(Records excerpted from a collection)
____________________

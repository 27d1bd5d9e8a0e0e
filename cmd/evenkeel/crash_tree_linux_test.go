package main

// Trees that nobody would make, but for somebody who means harm or a program that went wrong.

import (
	"bytes"
	"fmt"
	"io/fs"
	"net"
	"os"
	"os/exec"
	"path/filepath"
	"slices"
	"strings"
	"syscall"
	"testing"
	"time"
	"unicode/utf8"

	"golang.org/x/sys/unix"
)

// secret stands in every file outside the dataset that a link leads to.
const secret = "Nantucket"

// A hostile tree is built beside a sound run, sub-01.
type hostile struct {
	build func(t *testing.T, root, outside string)
	args  []string // options of both commands
	code  int      // of survey and steady
	says  string   // in what survey writes
}

func hostileTrees() map[string]hostile {
	must := func(t *testing.T, err error) {
		t.Helper()
		if err != nil {
			t.Fatal(err)
		}
	}
	put := func(t *testing.T, root, rel string, data []byte) {
		t.Helper()
		name := filepath.Join(root, rel)
		must(t, os.MkdirAll(filepath.Dir(name), 0o755))
		must(t, os.RemoveAll(name))
		must(t, os.WriteFile(name, data, 0o644))
	}
	// at puts something else than a file in a place.
	at := func(t *testing.T, root, rel string, make func(name string) error) {
		t.Helper()
		name := filepath.Join(root, rel)
		must(t, os.MkdirAll(filepath.Dir(name), 0o755))
		must(t, os.RemoveAll(name))
		must(t, make(name))
	}
	pipe := func(name string) error { return unix.Mkfifo(name, 0o644) }
	zero := func(name string) error { return unix.Mknod(name, unix.S_IFCHR|0o644, int(unix.Mkdev(1, 5))) }
	link := func(target string) func(string) error {
		return func(name string) error { return os.Symlink(target, name) }
	}
	folder := func(name string) error { return os.Mkdir(name, 0o755) }
	other := func(t *testing.T, root string) { // a second sound run
		writeDataset(root, newSailor().volumes(4).files("sub-02/func/sub-02_task-watch"))
	}
	const image, side, second = theRun + "_bold.nii", theRun + "_bold.json", "sub-02/func/sub-02_task-watch_bold"
	trees := map[string]hostile{
		"odd names": {build: func(t *testing.T, root, _ string) {
			for _, s := range []string{"\n", "\t", "\r", "\x1b[2J", "\xff\xfe", " ", "-rf", "--help", "..x", "...", "é", "e\u0301", "\u202e", "\x7f", `"`, "'", "`id`", "$(id)", "%s%n", "*", "?", "[", `\`, strings.Repeat("a", 200)} {
				put(t, root, "sub-01/func/"+s+"_bold.nii", []byte("x"))
				put(t, root, "sub-01/func/sub-01_task-"+s+"_bold.nii", []byte("x"))
				put(t, root, "sub-01/func/sub-01_task-"+s+"_bold.json", []byte("{}"))
				put(t, root, "sub-"+s+"/func/x", nil)
				put(t, root, "sub-01/ses-"+s+"/func/x", nil)
				put(t, root, s+"_bold.json", []byte("{}"))
			}
		}, code: 3, says: "not processed"}, // 200 letters are a label, and its image is none
		"odd names that are runs": {build: func(t *testing.T, root, _ string) {
			// Letters and digits of other scripts are no label of the standard.
			put(t, root, "sub-é/func/sub-é_task-watch_bold.nii", newSailor().image())
			put(t, root, "sub-01/func/sub-01_task-+_bold.nii", newSailor().image())
		}, code: 3},
		"names of 255 bytes": {build: func(t *testing.T, root, _ string) {
			long := "sub-01_task-" + strings.Repeat("a", 255-len("sub-01_task-_bold.nii")) + "_bold.nii"
			put(t, root, "sub-01/func/"+long, newSailor().image())
			put(t, root, "sub-"+strings.Repeat("b", 251)+"/func/x", nil)
		}, code: 0, says: "bytes long"},
		"1000 levels": {build: func(t *testing.T, root, _ string) {
			for _, top := range []string{"sub-01/func/deep", "sub-02/ses-1"} {
				must(t, os.MkdirAll(filepath.Join(root, top, strings.Repeat("d/", 1000)), 0o755))
			}
			must(t, os.MkdirAll(filepath.Join(root, strings.Repeat("sub-03/ses-1/func/", 100)), 0o755))
		}, code: 0},
		"circles of links": {build: func(t *testing.T, root, _ string) {
			at(t, root, "sub-02", link("sub-02"))
			at(t, root, "sub-03", link("sub-04"))
			at(t, root, "sub-04", link("sub-03"))
			at(t, root, "sub-05", link("."))
			at(t, root, "sub-06/func", link(".."))
			at(t, root, "sub-07/func", link("../sub-07/func"))
			at(t, root, "sub-08/func", link("../sub-01/func"))
			at(t, root, "sub-01/func/sub-01_task-ring_bold.nii", link("sub-01_task-ring_bold.nii"))
			at(t, root, "task-ring_bold.json", link("task-ring_bold.json"))
		}, code: 3},
		"links out of the dataset": {build: func(t *testing.T, root, outside string) {
			put(t, outside, "x_bold.nii", newSailor().image())
			put(t, outside, "x_bold.json", []byte(`{"TaskName": "`+secret+`", "InstitutionName": "`+secret+`", "RepetitionTime": 2}`))
			put(t, outside, "func/sub-03_task-watch_bold.nii", newSailor().image())
			put(t, outside, "func/sub-03_task-watch_bold.json", []byte(`{"TaskName": "`+secret+`"}`))
			put(t, outside, "annex/objects/x_bold.nii", newSailor().image())
			at(t, root, second+".nii", link(filepath.Join(outside, "x_bold.nii")))
			at(t, root, second+".json", link("../../../outside/x_bold.json"))
			at(t, root, "sub-03/func", link(filepath.Join(outside, "func")))
			at(t, root, "sub-04", link(outside))
			at(t, root, "sub-05", link("/"))
			at(t, root, "sub-06/func", link("/proc/self"))
			at(t, root, "sub-07/func", link("/dev"))
			at(t, root, "sub-01/func/sub-01_task-watch_events.tsv", link("/etc/passwd"))
			at(t, root, ".bidsignore", link("/etc/passwd"))
			at(t, root, "task-watch_bold.json", link("/proc/self/environ"))
			// Named like an annex, but not this dataset's.
			at(t, root, "sub-01/func/sub-01_task-annex_bold.nii", link(filepath.Join(outside, "annex/objects/x_bold.nii")))
		}, code: 65, says: "a link to something outside the dataset"},
		"a pipe for an image": {build: func(t *testing.T, root, _ string) {
			other(t, root)
			at(t, root, second+".nii", pipe)
		}, code: 3, says: "image-absent: " + second + ".nii: found neither a file nor a link to one"},
		"a pipe for a sidecar": {build: func(t *testing.T, root, _ string) {
			other(t, root)
			at(t, root, second+".json", pipe)
		}, code: 3, says: second + ".json: found neither a file nor a link to one"},
		"a pipe at the root for every sidecar": {build: func(t *testing.T, root, _ string) { at(t, root, "bold.json", pipe) },
			code: 65, says: "bold.json: found neither a file nor a link to one"},
		"a pipe for events":          {build: func(t *testing.T, root, _ string) { at(t, root, theRun+"_events.tsv", pipe) }, args: []string{"--events"}, code: 65},
		"a pipe for a reference":     {build: func(t *testing.T, root, _ string) { at(t, root, theRun+"_sbref.nii", pipe) }, args: []string{"--reference", "sbref", "--motion", "volume"}, code: 65},
		"a pipe for the description": {build: func(t *testing.T, root, _ string) { at(t, root, "dataset_description.json", pipe) }, code: 0, says: "dataset_description.json"},
		"a pipe for .bidsignore":     {build: func(t *testing.T, root, _ string) { at(t, root, ".bidsignore", pipe) }, code: 0, says: ".bidsignore"},
		"pipes for folders": {build: func(t *testing.T, root, _ string) {
			at(t, root, "sub-02", pipe)
			at(t, root, "sub-03/func", pipe)
			at(t, root, "sub-04/ses-1", pipe)
			at(t, root, ".git/annex/objects", pipe)
		}, code: 0},
		"a link to a pipe": {build: func(t *testing.T, root, _ string) {
			other(t, root)
			at(t, root, "code/pipe", pipe)
			at(t, root, second+".nii", link("../../code/pipe"))
		}, code: 3},
		"a socket": {build: func(t *testing.T, root, _ string) {
			other(t, root)
			at(t, root, second+".nii", func(name string) error {
				short := filepath.Join(os.TempDir(), fmt.Sprintf("ek%d", time.Now().UnixNano())) // a socket's own path may have 108 bytes
				l, err := net.ListenUnix("unix", &net.UnixAddr{Name: short, Net: "unix"})
				if err != nil {
					return err
				}
				l.SetUnlinkOnClose(false)
				defer l.Close()
				return os.Rename(short, name)
			})
		}, code: 3},
		"folders named like files": {build: func(t *testing.T, root, _ string) {
			other(t, root)
			at(t, root, second+".nii", folder)
			at(t, root, "sub-01/func/sub-01_task-watch_events.tsv", folder)
			at(t, root, "task-watch_events.tsv", folder)
			at(t, root, "dataset_description.json", folder)
			at(t, root, ".bidsignore", folder)
		}, code: 3},
		"a folder named like a sidecar": {build: func(t *testing.T, root, _ string) { at(t, root, side, folder) }, code: 65, says: side + ": found a folder"},
		"other cases": {build: func(t *testing.T, root, _ string) {
			put(t, root, "sub-01/func/sub-01_task-watch_BOLD.nii", newSailor().image())
			put(t, root, "sub-01/func/sub-01_TASK-watch_bold.nii", newSailor().image())
			put(t, root, "sub-01/func/SUB-01_task-watch_bold.nii", newSailor().image())
			put(t, root, "sub-01/FUNC/sub-01_task-watch_bold.nii", newSailor().image())
			put(t, root, "SUB-02/func/sub-02_task-watch_bold.nii", newSailor().image())
			put(t, root, "sub-01/func/sub-01_task-watch_bold.NII", newSailor().image())
		}, code: 0},
		"10000 files": {build: func(t *testing.T, root, _ string) {
			for i := range 3300 {
				for _, name := range []string{"sub-01/func/sub-01_task-t%d_bold.json", "sub-01/func/junk%d_bold.nii", "task-t%d_bold.json"} {
					must(t, os.WriteFile(filepath.Join(root, fmt.Sprintf(name, i)), []byte("{}"), 0o644))
				}
			}
			for i := range 100 {
				put(t, root, fmt.Sprintf("sub-x%d/func/y", i), nil)
			}
		}, code: 0},
		"1 KB that claims 60 GB": {build: func(t *testing.T, root, _ string) {
			other(t, root)
			s := newSailor()
			s.header.Dim[1], s.header.Dim[2], s.header.Dim[3], s.header.Dim[4] = 256, 256, 256, 900 // of 4 bytes: 60.4 GB
			head := s.headerBytes()
			must(t, os.Remove(filepath.Join(root, second+".nii")))
			put(t, root, second+".nii.gz", packed(append(head, make([]byte, 1<<20)...)))
		}, code: 3, says: second + ".nii.gz"},
	}
	if os.Geteuid() == 0 {
		trees["a device for an image"] = hostile{build: func(t *testing.T, root, _ string) { other(t, root); at(t, root, second+".nii", zero) }, code: 3}
		trees["devices everywhere"] = hostile{build: func(t *testing.T, root, _ string) {
			at(t, root, side, zero)
			at(t, root, theRun+"_events.tsv", zero)
			at(t, root, "dataset_description.json", zero)
			at(t, root, ".bidsignore", zero)
		}, args: []string{"--events"}, code: 65}
	}
	return trees
}

// snapshot describes everything below a folder: names, kinds, sizes, contents of small files.
func snapshot(t *testing.T, dir string) string {
	t.Helper()
	var b strings.Builder
	err := filepath.WalkDir(dir, func(name string, d fs.DirEntry, err error) error {
		if err != nil {
			return err
		}
		info, err := d.Info()
		if err != nil {
			return err
		}
		fmt.Fprintf(&b, "%q %v", name, info.Mode())
		if !d.IsDir() {
			fmt.Fprintf(&b, " %d %d", info.Size(), info.ModTime().UnixNano())
		}
		b.WriteByte('\n')
		return nil
	})
	if err != nil {
		t.Fatal(err)
	}
	return b.String()
}

// No tree, however broken or hostile, takes the program down, holds it up, makes it
// read what lies outside or write anywhere but in OUT; what it says has no control character in it,
// and the sound run beside the trouble is done.
func TestHostileTrees(t *testing.T) {
	trees := hostileTrees()
	for name, c := range trees {
		t.Run(name, func(t *testing.T) {
			t.Parallel()
			place := t.TempDir()
			root, outside, out := filepath.Join(place, "raw"), filepath.Join(place, "outside"), filepath.Join(place, "out")
			writeDataset(root, newSailor().volumes(4).files(theRun))
			if err := os.MkdirAll(outside, 0o755); err != nil {
				t.Fatal(err)
			}
			c.build(t, root, outside)
			before := snapshot(t, root) + snapshot(t, outside)
			for _, args := range [][]string{{"survey", root}, {"survey", root, "--json"}, {"steady", root, out, "--log", "json"}, {"steady", root, out}} {
				if args[0] == "steady" {
					args = append(args, "--time", "none")
					if !slices.Contains(c.args, "--motion") {
						args = append(args, "--motion", "none")
					}
				}
				from := time.Now()
				p := start(t, func(cmd *exec.Cmd) { cmd.Dir = place }, append(args, c.args...)...)
				select {
				case <-p.ended:
				case <-time.After(30 * time.Second):
					p.cmd.Process.Kill()
					p.wait()
					t.Fatalf("%v hangs", args[0])
				}
				if d := time.Since(from); d > 2*time.Second {
					t.Logf("%v: %.2f s", args[0], d.Seconds())
				}
				said := p.stdout.String() + p.stderr.String()
				noTrace(t, said)
				if code := p.wait(); code != c.code {
					t.Errorf("%v: want %d: %.3000s", args, c.code, p)
				}
				if args[0] == "survey" && !strings.Contains(said, c.says) && len(args) == 2 {
					t.Errorf("%v does not say %q: %.3000s", args, c.says, said)
				}
				if strings.Contains(said, secret) || strings.Contains(said, "root:x:0") {
					t.Errorf("%v read what lies outside: %.3000s", args, said)
				}
				// JSON escapes those below a space only (RFC 8259, section 7).
				isJSON := slices.Contains(args, "--json") || slices.Contains(args, "json")
				if !utf8.ValidString(said) || strings.ContainsFunc(said, func(r rune) bool {
					return r < ' ' && r != '\n' || !isJSON && (r == 0x7f || r == 0x202e)
				}) {
					t.Errorf("%v: a control character, or no UTF-8: %.3000q", args, said)
				}
				if args[0] == "survey" && len(args) == 2 {
					for line := range strings.Lines(p.stderr.String()) {
						if !strings.HasPrefix(line, "evenkeel: ") {
							t.Errorf("a name breaks the line: %q", line)
						}
					}
				}
				if rss := p.cmd.ProcessState.SysUsage().(*syscall.Rusage).Maxrss; rss > 160<<10 { // KiB; the sound run alone takes some 50 MiB
					t.Errorf("%v held %d MiB", args, rss>>10)
				}
			}
			if after := snapshot(t, root) + snapshot(t, outside); after != before {
				t.Errorf("written outside OUT: before %s\nafter %s", before, after)
			}
			if entries, _ := os.ReadDir(place); len(entries) > 3 {
				t.Errorf("written beside OUT: %v", entries)
			}
			for _, rel := range outputs(out) {
				if bytes.Contains(mustRead(t, filepath.Join(out, rel)), []byte(secret)) {
					t.Errorf("%s holds what lies outside", rel)
				}
			}
			if _, err := os.Stat(filepath.Join(out, theRun+"_desc-steady_prov.json")); (err != nil) != (c.code == 65) {
				t.Errorf("the sound run: %v", err)
			}
		})
	}
}

// What stands in OUT where our files should stand cannot hold the program up either.
func TestHostileOut(t *testing.T) {
	dir := crewCohort(t, 1)
	args := []string{"--motion", "none", "--time", "none"}
	whole := process(t, dir, args...)
	want := finish(t, whole)
	for _, rel := range slices.Sorted(func(yield func(string) bool) {
		for rel := range want {
			if !yield(rel) {
				return
			}
		}
	}) {
		out := filepath.Join(t.TempDir(), "out")
		copyTree(t, whole, out)
		if err := os.Remove(filepath.Join(out, rel)); err != nil {
			t.Fatal(err)
		}
		if err := unix.Mkfifo(filepath.Join(out, rel), 0o644); err != nil {
			t.Fatal(err)
		}
		for _, command := range [][]string{{"audit", out, "--dataset", dir}, append([]string{"steady", dir, out}, args...), {"audit", out, "--dataset", dir}} {
			p := start(t, nil, command...)
			select {
			case <-p.ended:
			case <-time.After(20 * time.Second):
				p.cmd.Process.Kill()
				t.Fatalf("%s is a pipe: %s hangs", rel, command[0])
			}
			noTrace(t, p.stderr.String())
		}
		if rel != "dataset_description.json" { // without it, OUT is not ours
			want.same(t, out, rel+" was a pipe")
		}
	}
}

// A settings file that never ends is refused like any other that is none: 64, and no memory is
// filled with it.
func TestEndlessSettings(t *testing.T) {
	dir := crewCohort(t, 1)
	p := start(t, nil, "steady", dir, filepath.Join(t.TempDir(), "out"), "--settings", "/dev/zero")
	if code := p.wait(); code != 64 || !strings.Contains(p.stderr.String(), "/dev/zero: found more than 16 MiB") {
		t.Error(p)
	}
	if rss := p.cmd.ProcessState.SysUsage().(*syscall.Rusage).Maxrss; rss > 160<<10 { // KiB; 16 MiB, twice while they grow, and the program
		t.Errorf("held %d MiB", rss>>10)
	}
}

____________________

### Aim of the exercise
Look back at the entries above. Retype the line with "case <-time.After(30 *", the line with "for line := range", and all lines in between.

### Answer to this exercise
				case <-time.After(30 * time.Second):
					p.cmd.Process.Kill()
					p.wait()
					t.Fatalf("%v hangs", args[0])
				}
				if d := time.Since(from); d > 2*time.Second {
					t.Logf("%v: %.2f s", args[0], d.Seconds())
				}
				said := p.stdout.String() + p.stderr.String()
				noTrace(t, said)
				if code := p.wait(); code != c.code {
					t.Errorf("%v: want %d: %.3000s", args, c.code, p)
				}
				if args[0] == "survey" && !strings.Contains(said, c.says) && len(args) == 2 {
					t.Errorf("%v does not say %q: %.3000s", args, c.says, said)
				}
				if strings.Contains(said, secret) || strings.Contains(said, "root:x:0") {
					t.Errorf("%v read what lies outside: %.3000s", args, said)
				}
				// JSON escapes those below a space only (RFC 8259, section 7).
				isJSON := slices.Contains(args, "--json") || slices.Contains(args, "json")
				if !utf8.ValidString(said) || strings.ContainsFunc(said, func(r rune) bool {
					return r < ' ' && r != '\n' || !isJSON && (r == 0x7f || r == 0x202e)
				}) {
					t.Errorf("%v: a control character, or no UTF-8: %.3000q", args, said)
				}
				if args[0] == "survey" && len(args) == 2 {
					for line := range strings.Lines(p.stderr.String()) {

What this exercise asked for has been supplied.